Records supplied START

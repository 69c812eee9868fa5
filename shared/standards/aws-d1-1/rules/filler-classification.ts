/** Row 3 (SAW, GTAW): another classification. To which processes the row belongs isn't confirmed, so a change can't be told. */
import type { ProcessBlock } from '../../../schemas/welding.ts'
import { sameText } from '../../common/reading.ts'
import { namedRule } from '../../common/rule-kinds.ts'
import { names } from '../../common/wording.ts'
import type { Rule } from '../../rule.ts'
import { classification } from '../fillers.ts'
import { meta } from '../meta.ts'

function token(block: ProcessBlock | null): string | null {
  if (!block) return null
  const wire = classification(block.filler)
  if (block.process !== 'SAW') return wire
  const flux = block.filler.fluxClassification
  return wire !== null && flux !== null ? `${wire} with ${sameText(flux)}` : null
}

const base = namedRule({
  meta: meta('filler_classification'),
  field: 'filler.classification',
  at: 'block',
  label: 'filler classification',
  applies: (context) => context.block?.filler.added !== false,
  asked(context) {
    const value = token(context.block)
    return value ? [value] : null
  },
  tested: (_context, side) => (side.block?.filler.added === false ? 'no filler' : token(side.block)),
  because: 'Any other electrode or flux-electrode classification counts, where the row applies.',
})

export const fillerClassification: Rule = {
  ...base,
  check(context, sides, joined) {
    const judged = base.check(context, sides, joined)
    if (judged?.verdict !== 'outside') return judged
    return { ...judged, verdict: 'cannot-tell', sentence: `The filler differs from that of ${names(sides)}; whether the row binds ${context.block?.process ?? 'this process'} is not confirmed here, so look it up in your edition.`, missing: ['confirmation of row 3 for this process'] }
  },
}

Records supplied END

**Assignment:**
Copy exactly the lines that run from the one containing "filler differs from" to the last line of the listing, both included, and nothing more.

**Written answer:**
    return { ...judged, verdict: 'cannot-tell', sentence: `The filler differs from that of ${names(sides)}; whether the row binds ${context.block?.process ?? 'this process'} is not confirmed here, so look it up in your edition.`, missing: ['confirmation of row 3 for this process'] }
  },
}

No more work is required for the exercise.